The new decade made its entrance under the threat of a terrorist act planned for the United States. Two weeks before New Year's Eve, authorities arrested Ahmed Ressam at a Canadian border crossing, where customs officials found bomb-making materials in his car. Ressam's target, intelligence officials said, was Los Angeles International Airport. Other cites, it was said, were in the terrorists' sights, as well. The Millennium Plot, they called it.
Celebrations for the great turning of the millennial wheel took place amid a backdrop of jitters; city officials across the nation talked of suspending New Year's events. In Washington D.C., a debate took place over whether a planned fireworks display was appropriate, in light of the threat.

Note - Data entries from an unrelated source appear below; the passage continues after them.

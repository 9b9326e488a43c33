package sillet.acoustics.moves;

import static org.assertj.core.api.Assertions.assertThat;
import static org.assertj.core.api.Assertions.assertThatThrownBy;
import static org.assertj.core.api.Assertions.within;

import java.util.List;
import org.junit.jupiter.api.Test;
import org.junit.jupiter.params.ParameterizedTest;
import org.junit.jupiter.params.provider.CsvSource;
import org.junit.jupiter.params.provider.ValueSource;
import sillet.acoustics.neck.Clearances;
import sillet.acoustics.neck.FrettedPitch;
import sillet.acoustics.neck.StringLie;
import sillet.acoustics.pitch.Cents;
import sillet.acoustics.readings.FretReading;
import sillet.acoustics.readings.Reference;
import sillet.acoustics.solve.NotSolved;
import sillet.acoustics.solve.Outcome;
import sillet.acoustics.wire.Construction;
import sillet.acoustics.wire.StringConstants;
import sillet.acoustics.wire.StringEstimate;
import sillet.acoustics.wire.StringSpec;

class OctaveMoveTest {
  private static final double MM = 1e-3;

  /**
   * [D] 5 cents x 648 mm/1731.234 = 1.8715 mm is the length alone. Retuning the longer string
   * raises its tension, so stretch and stiffness fall, and the shorter string was steeper: the
   * whole model needs 0.8 % less on a thin plain string and 1.5 % less on thick ones. Solved
   * independently.
   */
  @ParameterizedTest
  @CsvSource({
    ".010, PLAIN_STEEL, 329.6276, 1.8563",
    ".017, PLAIN_STEEL, 195.9977, 1.8430",
    ".046, WOUND_NICKEL, 82.4069, 1.845"
  })
  void movesAStringFiveCentsSharp(double inch, Construction construction, double hz, double mm) {
    StringConstants constants =
        StringEstimate.of(StringSpec.of(inch * 0.0254, construction), hz, 0.648);
    StringLie lie = StringLie.nominal(constants, hz, 0.648, Clearances.usual(construction));

    MoveEstimate estimate = solve(Strings.octave(lie, new FretReading(12, 5.0, 0.5)));

    assertThat(estimate.saddleMove()).isCloseTo(mm * MM, within(0.004 * MM));
    double lengthAlone = 5 * 0.648 / Cents.PER_UNIT;
    assertThat(lengthAlone).isCloseTo(1.8715 * MM, within(0.0001 * MM));
    assertThat(estimate.saddleMove() / lengthAlone).isBetween(0.980, 0.995);
  }

  /** [D] The same three strings with the constants of table 2.8, solved independently. */
  @Test
  void agreesWithAnIndependentSolution() {
    assertThat(fiveSharp(Strings.thin()).saddleMove()).isCloseTo(1.856714e-3, within(1e-8));
    assertThat(fiveSharp(Strings.thick()).saddleMove()).isCloseTo(1.844212e-3, within(1e-8));
    assertThat(fiveSharp(Strings.wound()).saddleMove()).isCloseTo(1.844467e-3, within(1e-8));
    assertThat(fiveSharp(Strings.thin()).setbackNow()).isCloseTo(-0.460134e-3, within(1e-8));
  }

  /**
   * [D] Table 2.8: the .010 in string reads 3.7568 at fret 12 with the saddle at 0, -1.6157 at 2.
   */
  @Test
  void findsWhereTheSaddleStands() {
    MoveEstimate at0 = solve(Strings.octave(Strings.thin(), new FretReading(12, 3.7568, 0.1)));
    MoveEstimate at2 = solve(Strings.octave(Strings.thin(), new FretReading(12, -1.6157, 0.1)));

    assertThat(at0.setbackNow()).isCloseTo(0, within(3e-8));
    assertThat(at2.setbackNow()).isCloseTo(2e-3, within(3e-8));
    assertThat(at0.setbackNow() + at0.saddleMove())
        .isCloseTo(at2.setbackNow() + at2.saddleMove(), within(1e-8));
    assertThat(at2.saddleMove()).isNegative();
  }

  @Test
  void whereTheSaddleIsSaidToStandMakesNoDifference() {
    MoveEstimate one = fiveSharp(Strings.thick());
    MoveEstimate other = fiveSharp(Strings.thick().withSaddleSetback(9e-3));

    assertThat(other.saddleMove()).isCloseTo(one.saddleMove(), within(1e-8));
    assertThat(other.setbackNow()).isCloseTo(one.setbackNow(), within(1e-8));
  }

  @Test
  void otherFretsDoNotEnterWhereFretTwelveWasRead() {
    FretReading twelve = new FretReading(12, 5, 0.5);
    MoveEstimate alone = solve(Strings.octave(Strings.thin(), twelve));
    MoveEstimate more = solve(Strings.octave(Strings.thin(), new FretReading(5, -9, 0.1), twelve));

    assertThat(more.saddleMove()).isEqualTo(alone.saddleMove());
    assertThat(more.rmsBefore()).isGreaterThan(alone.rmsBefore());
  }

  @Test
  void addsTheVariancesOfReadingAndModel() {
    FretReading reading = new FretReading(12, 5, 0.3);
    MoveTask task =
        new MoveTask(Strings.thin(), List.of(reading), Reference.OPEN, Aim.OCTAVE, false);

    MoveEstimate estimate = solve(task);

    double sd = Math.hypot(0.3 / estimate.centsPerMetre(), 0.005 * estimate.saddleMove());
    assertThat(estimate.saddleHigh() - estimate.saddleMove()).isCloseTo(1.96 * sd, within(1e-7));
    assertThat(estimate.saddleMove() - estimate.saddleLow()).isCloseTo(1.96 * sd, within(1e-7));
    assertThat(estimate.cents12Sd()).isEqualTo(0.3);
    assertThat(estimate.cents12Before()).isEqualTo(5);
    assertThat(estimate.cents12After()).isCloseTo(0, within(1e-5));
    assertThat(estimate.nutMove()).isZero();
    // [D] d cents/ds of table 2.8 at s = 2: -2.6737 a millimetre, a little more nearer the neck
    assertThat(estimate.centsPerMetre()).isBetween(-2710.0, -2674.0);
  }

  @Test
  void saysWhatStaysWhenTheMoveIsCutToTheTravel() {
    MoveTask task = Strings.octave(Strings.thin(), new FretReading(12, 5, 0.5));
    double whole = solve(task).saddleMove();

    assertThat(left(task, 0)).isCloseTo(5, within(1e-5));
    assertThat(left(task, whole)).isCloseTo(0, within(1e-5));
    // [D] 1.0 mm takes 2.70 cents of 5
    assertThat(left(task, 1e-3)).isCloseTo(2.302, within(0.003));
    assertThat(left(task, -1e-3)).isGreaterThan(7.6);
  }

  /**
   * [M] The harmonic runs sharp of the octave by 1.5 C B cents, B = pi^2 EI/(T L^2); so a note true
   * to the open string is flat of the harmonic by that.
   */
  @Test
  void makesFretTwelveTrueAgainstTheReferenceItWasReadAgainst() {
    StringLie lie = Strings.wound();
    FretReading zero = new FretReading(12, 0, 0.1);
    MoveTask harmonic = new MoveTask(lie, List.of(zero), Reference.HARMONIC, Aim.OCTAVE, false);
    MoveEstimate estimate = solve(harmonic);

    assertThat(estimate.saddleMove()).isCloseTo(0, within(1e-8));
    StringLie now = lie.withSaddleSetback(estimate.setbackNow());
    double sharpness =
        1.5 * Cents.PER_UNIT * Math.PI * Math.PI * 4.289679e-4 / (86.5 * 0.648 * 0.648);
    assertThat(FrettedPitch.centsAgainstHarmonic(now, 12)).isCloseTo(0, within(1e-5));
    assertThat(FrettedPitch.centsAgainstOpen(now, 12)).isCloseTo(sharpness, within(0.01));
  }

  @ParameterizedTest
  @ValueSource(doubles = {-100, -37, 0, 0.01, 42, 100})
  void solvesEveryReadingASheetMayHold(double cents) {
    for (StringLie lie : List.of(Strings.thin(), Strings.thick(), Strings.wound())) {
      MoveEstimate estimate = solve(Strings.octave(lie, new FretReading(12, cents, 0.5)));
      StringLie then = lie.withSaddleSetback(estimate.setbackNow() + estimate.saddleMove());
      assertThat(FrettedPitch.centsAgainstOpen(then, 12)).isCloseTo(0, within(1e-5));
      assertThat(estimate.saddleLow()).isLessThan(estimate.saddleMove());
      assertThat(estimate.saddleHigh()).isGreaterThan(estimate.saddleMove());
    }
  }

  @Test
  void doesNotSolveWhatNoSaddleExplains() {
    Outcome<MoveEstimate> outcome =
        Strings.octave(Strings.thin(), new FretReading(12, 5000, 0.5)).solve();

    assertThat(outcome).isInstanceOf(NotSolved.class);
  }

  @Test
  void doesNotSolveAStringThatNoTensionBringsToPitch() {
    StringLie rod = Strings.lie(new StringConstants(1e-3, 1e5, 1e3, 0), 30);
    FretReading reading = new FretReading(12, 5, 0.5);

    assertThat(Strings.octave(rod, reading).solve()).isInstanceOf(NotSolved.class);
    assertThat(Strings.octave(rod).solve()).isInstanceOf(NotSolved.class);
    assertThat(Strings.octave(rod, reading).cents12At(0)).isInstanceOf(NotSolved.class);
  }

  @Test
  void refusesAMoveThatIsNoNumber() {
    MoveTask task = Strings.octave(Strings.thin(), new FretReading(12, 5, 0.5));
    assertThatThrownBy(() -> task.cents12At(Double.NaN))
        .isInstanceOf(IllegalArgumentException.class);
    assertThat(task.cents12At(-1)).isInstanceOf(NotSolved.class);
  }

  private static MoveEstimate fiveSharp(StringLie lie) {
    return solve(Strings.octave(lie, new FretReading(12, 5, 0.5)));
  }

  private static MoveEstimate solve(MoveTask task) {
    return task.solve().orElseThrow();
  }

  private static double left(MoveTask task, double move) {
    return task.cents12At(move).orElseThrow();
  }
}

The brave decided to party like it was 1999.
Win, Lose or Draw
The millennial decade got underway in America in the midst of a presidential campaign. Democrat Al Gore and Republican George W. Bush, both scions of political families, faced off in a hard-fought contest that appeared to end in a draw. When the polls closed, the electoral college map featured several states that offered no clear winner, an outcome that had never occurred in the television age.
The drama dragged on for more than a month, culminating in an action by the Supreme Court that history will likely judge to have been unconstitutional.
The impact of this election on the American psyche was, I believe, profound; regardless of one's political orientation. A large part of the narrative of American exceptionalism hinges upon our belief that we are a self-governing people. However weak we may have felt in the face of corporate malfeasance or government overreach, we still clung to the notion of our collective power as a people through the use of the ballot box.